■ **Task goal**
All lines from the one with "that passes for" through the final line below are to be reproduced exactly; omit the others.

··· The data ···

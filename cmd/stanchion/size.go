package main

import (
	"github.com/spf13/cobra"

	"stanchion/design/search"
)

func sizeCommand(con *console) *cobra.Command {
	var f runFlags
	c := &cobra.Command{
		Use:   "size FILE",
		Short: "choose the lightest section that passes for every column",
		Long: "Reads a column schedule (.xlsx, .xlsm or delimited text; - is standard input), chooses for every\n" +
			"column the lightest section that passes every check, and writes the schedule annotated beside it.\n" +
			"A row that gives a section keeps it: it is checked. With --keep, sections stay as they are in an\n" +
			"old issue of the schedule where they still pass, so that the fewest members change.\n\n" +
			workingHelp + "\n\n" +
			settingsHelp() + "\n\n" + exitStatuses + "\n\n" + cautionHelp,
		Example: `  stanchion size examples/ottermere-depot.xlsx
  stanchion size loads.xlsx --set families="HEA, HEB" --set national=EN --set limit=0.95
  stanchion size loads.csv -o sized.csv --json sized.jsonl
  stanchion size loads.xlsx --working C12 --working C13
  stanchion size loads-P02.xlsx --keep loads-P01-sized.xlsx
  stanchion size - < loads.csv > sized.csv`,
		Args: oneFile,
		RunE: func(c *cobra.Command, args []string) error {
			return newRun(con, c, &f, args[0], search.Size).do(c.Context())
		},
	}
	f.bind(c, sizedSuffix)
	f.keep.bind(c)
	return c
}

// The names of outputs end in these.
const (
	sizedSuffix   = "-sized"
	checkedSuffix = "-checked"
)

···

■ **Task answer**
		Short: "choose the lightest section that passes for every column",
		Long: "Reads a column schedule (.xlsx, .xlsm or delimited text; - is standard input), chooses for every\n" +
			"column the lightest section that passes every check, and writes the schedule annotated beside it.\n" +
			"A row that gives a section keeps it: it is checked. With --keep, sections stay as they are in an\n" +
			"old issue of the schedule where they still pass, so that the fewest members change.\n\n" +
			workingHelp + "\n\n" +
			settingsHelp() + "\n\n" + exitStatuses + "\n\n" + cautionHelp,
		Example: `  stanchion size examples/ottermere-depot.xlsx
  stanchion size loads.xlsx --set families="HEA, HEB" --set national=EN --set limit=0.95
  stanchion size loads.csv -o sized.csv --json sized.jsonl
  stanchion size loads.xlsx --working C12 --working C13
  stanchion size loads-P02.xlsx --keep loads-P01-sized.xlsx
  stanchion size - < loads.csv > sized.csv`,
		Args: oneFile,
		RunE: func(c *cobra.Command, args []string) error {
			return newRun(con, c, &f, args[0], search.Size).do(c.Context())
		},
	}
	f.bind(c, sizedSuffix)
	f.keep.bind(c)
	return c
}

// The names of outputs end in these.
const (
	sizedSuffix   = "-sized"
	checkedSuffix = "-checked"
)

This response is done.